**SUPPLIED DATA:**
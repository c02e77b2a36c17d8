import type * as calc from '#calc';
import { type Static, Type } from 'typebox';
import { Catalogue } from './catalogue.ts';
import { Name, NotNegative, nullable, oneOf, Text, Uuid, Whole } from './common.ts';
import { cabinets, controllers, moduleGroups, modules } from './hardware.ts';
import { assignments } from './mapping.ts';
import { dispensers, points } from './points.ts';
import { type Fits, fits, resource, type RowOf } from './resource.ts';
import { cableNodes, circuits, supplies } from './wiring.ts';

export const projects = resource('projects', 'projects', {
  name: Name(),
  description: Text(2000),
  timeZone: Name(64),
  voltageTempC: Type.Number({ minimum: -40, maximum: 120 }),
  tripTempC: Type.Number({ minimum: -40, maximum: 120 }),
  sparePercent: Type.Number({ minimum: 0, maximum: 100 }),
  supplyMarginPercent: Type.Number({ minimum: 0, maximum: 400 }),
  maxCartridgeDays: Whole(1, 3650),
  minCartridgeDays: Whole(0, 3650),
  maxOverGreasingPercent: NotNegative(100),
  relayLifeYears: Type.Number({ exclusiveMinimum: 0, maximum: 100 }),
  slotMs: nullable(Whole(1, 86_400_000)),
  breakerDcFactor: Type.Number({ minimum: 1, maximum: 3 }),
  rankBy: oneOf(['fewest-changes', 'smallest-dose', 'least-over']),
  demandPer: oneOf(['1000h', '100h', 'running-day', 'week']),
}, ['name']);
fits<Fits<RowOf<typeof projects>, calc.Versioned<calc.Project>>>();
export type ProjectRow = RowOf<typeof projects>;

/** A new project; with `copyHardwareFrom` it starts with that project's policies, cabinets, controllers, modules, supplies, circuits and boxes. */
export const NewProject = Type.Object({
  id: Uuid, name: Name(), description: Type.Optional(Text(2000)), timeZone: Type.Optional(Name(64)),
  copyHardwareFrom: Type.Optional(Uuid),
}, { additionalProperties: false });
export type NewProject = Static<typeof NewProject>;

/** One line of the list of projects. */
export const ProjectSummary = Type.Object({
  id: Uuid, name: Type.String(), description: Type.String(), version: Type.Integer(),
  points: Type.Integer(), dispensers: Type.Integer(), mapped: Type.Integer(),
  changedAt: nullable(Type.String()), changedBy: nullable(Type.String()),
});
export type ProjectSummary = Static<typeof ProjectSummary>;

/** The collections of a project that people edit, by their name in the design. */
export const projectResources = {
  points, dispensers, cabinets, controllers, modules, moduleGroups, supplies, circuits, cableNodes, assignments,
} as const;
export type EditableCollection = keyof typeof projectResources;
export const editableCollections = Object.keys(projectResources) as EditableCollection[];

/** The whole project at one sequence number: what the calculation library takes, with versions. */
export const DesignDocument = Type.Object({
  sequence: Type.Integer(),
  project: projects.Row,
  catalogue: Catalogue,
  points: Type.Array(points.Row),
  dispensers: Type.Array(dispensers.Row),
  cabinets: Type.Array(cabinets.Row),
  controllers: Type.Array(controllers.Row),
  modules: Type.Array(modules.Row),
  moduleGroups: Type.Array(moduleGroups.Row),
  supplies: Type.Array(supplies.Row),
  circuits: Type.Array(circuits.Row),
  cableNodes: Type.Array(cableNodes.Row),
  assignments: Type.Array(assignments.Row),
});
export type DesignDocument = Static<typeof DesignDocument>;

/** One row's part in a change set; `version` is the one that was read, for updates and deletions. */
export const RowChange = Type.Object({
  collection: oneOf([...editableCollections, 'projects'] as const),
  op: oneOf(['create', 'update', 'delete']),
  id: Uuid,
  version: Type.Optional(Type.Integer()),
  values: Type.Optional(Type.Record(Type.String(), Type.Unknown())),
}, { additionalProperties: false });
export type RowChange = Static<typeof RowChange>;

/** Several edits in one transaction: all or none. */
export const NewChangeSet = Type.Object({
  id: Uuid,
  summary: Text(300),
  changes: Type.Array(RowChange, { minItems: 1, maxItems: 50_000 }),
}, { additionalProperties: false });
export type NewChangeSet = Static<typeof NewChangeSet>;

/** Takes a change set back by a new one with this identifier: the same request again is the same undo. */
export const NewUndo = Type.Object({ id: Uuid }, { additionalProperties: false });
export type NewUndo = Static<typeof NewUndo>;

/** What happened to rows: the answer to an edit, and what others learn of it. A null row was deleted. */
export const ChangeNotice = Type.Object({
  sequence: Type.Integer(),
  items: Type.Array(Type.Object({
    collection: oneOf([...editableCollections, 'projects'] as const),
    id: Uuid,
    row: nullable(Type.Record(Type.String(), Type.Unknown())),
  })),
});
export type ChangeNotice = Static<typeof ChangeNotice>;

/** One line of a project's history. */
export const HistoryEntry = Type.Object({
  id: Uuid, sequence: Type.Integer(), at: Type.String(), by: Type.String(), summary: Type.String(), rows: Type.Integer(),
  /** The entry that this one took back. */
  undoes: nullable(Uuid),
  /** The entry that took this one back and stands. */
  undoneBy: nullable(Type.Object({ id: Uuid, at: Type.String(), by: Type.String() })),
});
export type HistoryEntry = Static<typeof HistoryEntry>;
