import { projectResources } from '#contract';
import { v7 as newId } from 'uuid';
import type { TSchema } from 'typebox';
import { afterAll, beforeAll, describe, expect, it } from 'vitest';
import { type Agent, testApp, type TestApp } from '#support/test-app.ts';
import { buildProject, dispenserType, moduleType, type TestProject } from '#support/test-project.ts';
import { faultsOf } from '../../apps/server/src/platform/validated.ts';
import { routes } from '../../apps/server/src/routes.ts';

let app: TestApp;
let engineer: Agent;
let project: TestProject;

beforeAll(async () => {
  app = await testApp();
  engineer = await app.as('engineer');
  project = await buildProject(engineer);
});
afterAll(() => app.close());

interface OpenApi {
  readonly openapi: string;
  readonly paths: Record<string, Record<string, { operationId: string; responses: object; parameters: { in: string; name: string }[] }>>;
  readonly components: { schemas: object };
}

describe('the OpenAPI document', () => {
  it('describes every route, with unique names, its parameters and the problem answer', async () => {
    const document = (await app.stranger().get('/api/openapi.json').expect(200)).body as OpenApi;
    expect(document.openapi).toMatch(/^3\.1\./);
    const names = new Set<string>();
    for (const route of routes) {
      const path = `/api/v1${route.path.replace(/:(\w+)/g, '{$1}')}`;
      const operation = document.paths[path]?.[route.method];
      expect(operation, `${route.method} ${path}`).toBeDefined();
      names.add(operation?.operationId ?? '');
      expect(Object.keys(operation?.responses ?? {})).toEqual(expect.arrayContaining([...Object.keys(route.answers), 'default']));
      const inPath = operation?.parameters.filter((parameter) => parameter.in === 'path').map((parameter) => parameter.name);
      expect(inPath).toEqual([...path.matchAll(/\{(\w+)\}/g)].map(([, name]) => name));
    }
    expect(names.size).toBe(routes.length);
    expect(JSON.stringify(document).match(/"\$ref":"[^"]+"/g)?.every((ref) => ref === '"$ref":"#/components/schemas/Problem"')).toBe(true);
  });
});

describe('answers are as their schemas say', () => {
  const schemaOf = (path: string): TSchema => {
    const route = routes.find((one) => one.method === 'get' && one.path === path);
    return route?.answers[200] as TSchema;
  };
  const reads = routes.filter((route) => route.method === 'get' && route.answers[200] && !route.produces && !route.path.endsWith('/:id') && !route.path.includes('importId'));

  it.each(reads.map((route) => route.path))('GET %s', async (path) => {
    const query = path.endsWith('/changes') ? '?since=0' : '';
    const answer = await engineer.get(`/api/v1${path.replace(':projectId', project.id)}${query}`).expect(200);
    expect(faultsOf(schemaOf(path), answer.body)).toEqual([]);
  });

  it('holds every collection of the test project in its design, and every single row', async () => {
    const design = (await engineer.get(`${project.url}/design`).expect(200)).body;
    for (const [name, { path, Row }] of Object.entries(projectResources)) {
      expect(design[name].length, name).toBeGreaterThan(0);
      const answer = await engineer.get(`${project.url}/${path}/${design[name][0].id}`).expect(200);
      expect(faultsOf(Row, answer.body)).toEqual([]);
      expect(answer.body).toEqual(design[name][0]);
    }
    expect(Object.keys(design.catalogue).sort()).toEqual(['cableTypes', 'dispenserTypes', 'greases', 'moduleTypes', 'supplyTypes']);
  });
});

describe('the catalogue', () => {
  it('makes the next version of a name that exists, and leaves the old one as it was', async () => {
    const name = 'Dispenser, two versions';
    const first = (await engineer.post('/api/v1/catalogue/dispenser-types').send(dispenserType(newId(), name)).expect(201)).body;
    const second = (await engineer.post('/api/v1/catalogue/dispenser-types').send({ ...dispenserType(newId(), name), minV: 19 }).expect(201)).body;
    expect([first.typeVersion, second.typeVersion, first.minV, second.minV]).toEqual([1, 2, 18, 19]);
    const all = (await engineer.get('/api/v1/catalogue/dispenser-types').expect(200)).body as { id: string }[];
    expect(all.find((type) => type.id === first.id)).toEqual(first);
  });

  it('answers a repeated request with the same entry, and gives simultaneous ones different versions', async () => {
    const entry = moduleType(newId(), 'output', 'Module, repeated');
    const first = await engineer.post('/api/v1/catalogue/module-types').send(entry).expect(201);
    expect((await engineer.post('/api/v1/catalogue/module-types').send(entry).expect(201)).body).toEqual(first.body);
    const both = await Promise.all([1, 2].map(() => engineer.post('/api/v1/catalogue/module-types').send({ ...entry, id: newId() })));
    expect(both.map((answer) => answer.body.typeVersion as number).sort()).toEqual([2, 3]);
  });

  it('keeps one grease a name and says what is impossible', async () => {
    const grease = { name: 'Grease, lithium complex', nlgi: '2', thickener: 'Lithium complex', densityGPerCm3: 0.9 };
    await engineer.post('/api/v1/catalogue/greases').send({ id: newId(), ...grease }).expect(201);
    await engineer.post('/api/v1/catalogue/greases').send({ id: newId(), ...grease }).expect(409);
    const wrong = await engineer.post('/api/v1/catalogue/dispenser-types').send({ ...dispenserType(newId(), 'Odd'), peakA: 0.1 }).expect(422);
    expect(wrong.body.errors[0].message).toBe('The peak current cannot be below the run current.');
  });

  it('changes the ETag of designs that may use it', async () => {
    const before = (await engineer.get(`${project.url}/design`).expect(200)).headers['etag'];
    await engineer.post('/api/v1/catalogue/greases').send({ id: newId(), name: 'Grease, new', nlgi: '1', thickener: 'Calcium', densityGPerCm3: 0.92 }).expect(201);
    await engineer.get(`${project.url}/design`).set('If-None-Match', before).expect(200);
  });
});

describe('addresses', () => {
  it('that do not exist answer with a problem', async () => {
    expect((await engineer.get('/api/v1/nothing').expect(404)).body.type).toMatch(/not-found$/);
    await engineer.get('/api/v1/projects/not-a-uuid/design').expect(404);
    await engineer.get(`${project.url}/changes?since=-1`).expect(422);
    await engineer.post('/api/v1/projects').set('Content-Type', 'application/json').send('{').expect(400);
    expect((await app.stranger().get('/api/health').expect(200)).body).toEqual({ status: 'ready' });
  });
});
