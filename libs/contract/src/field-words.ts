/** Fields whose name alone would not be understood. */
const CALLED: Readonly<Record<string, string>> = {
  concurrencyLimit: 'Concurrency limit k', lengthM: 'Length', nodeId: 'Junction box', parentId: 'Box before it', powerMm2: 'Power cross section',
  protectionA: 'Protection rating', setV: 'Set voltage', signalMm2: 'Signal cross section', statedUl: 'Stated demand',
  tripTempC: 'Conductor temperature for tripping', voltageTempC: 'Conductor temperature for voltage',
};

/** A row's field in words, without its unit: `crossSectionMm2` is read "Cross section". */
export function fieldName(field: string): string {
  const called = CALLED[field];
  if (called) return called;
  const bare = field.replace(/(Ul|Mm2|Mm|Rpm|Ohm|Percent|Ms|Id)$/, '').replace(/(Length)M$/, '$1').replace(/([a-z])[AVC]$/, '$1');
  const words = bare.replace(/([a-z])([A-Z])/g, '$1 $2').toLowerCase();
  return words.charAt(0).toUpperCase() + words.slice(1);
}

**EXERCISE DESCRIPTION:**
Please give again the lines above between the line holding "it('keeps one grease" and the line holding "const before = (await", inclusive, exactly as they are and with nothing added.

**RESPONSE TO THE TASK:**
  it('keeps one grease a name and says what is impossible', async () => {
    const grease = { name: 'Grease, lithium complex', nlgi: '2', thickener: 'Lithium complex', densityGPerCm3: 0.9 };
    await engineer.post('/api/v1/catalogue/greases').send({ id: newId(), ...grease }).expect(201);
    await engineer.post('/api/v1/catalogue/greases').send({ id: newId(), ...grease }).expect(409);
    const wrong = await engineer.post('/api/v1/catalogue/dispenser-types').send({ ...dispenserType(newId(), 'Odd'), peakA: 0.1 }).expect(422);
    expect(wrong.body.errors[0].message).toBe('The peak current cannot be below the run current.');
  });

  it('changes the ETag of designs that may use it', async () => {
    const before = (await engineer.get(`${project.url}/design`).expect(200)).headers['etag'];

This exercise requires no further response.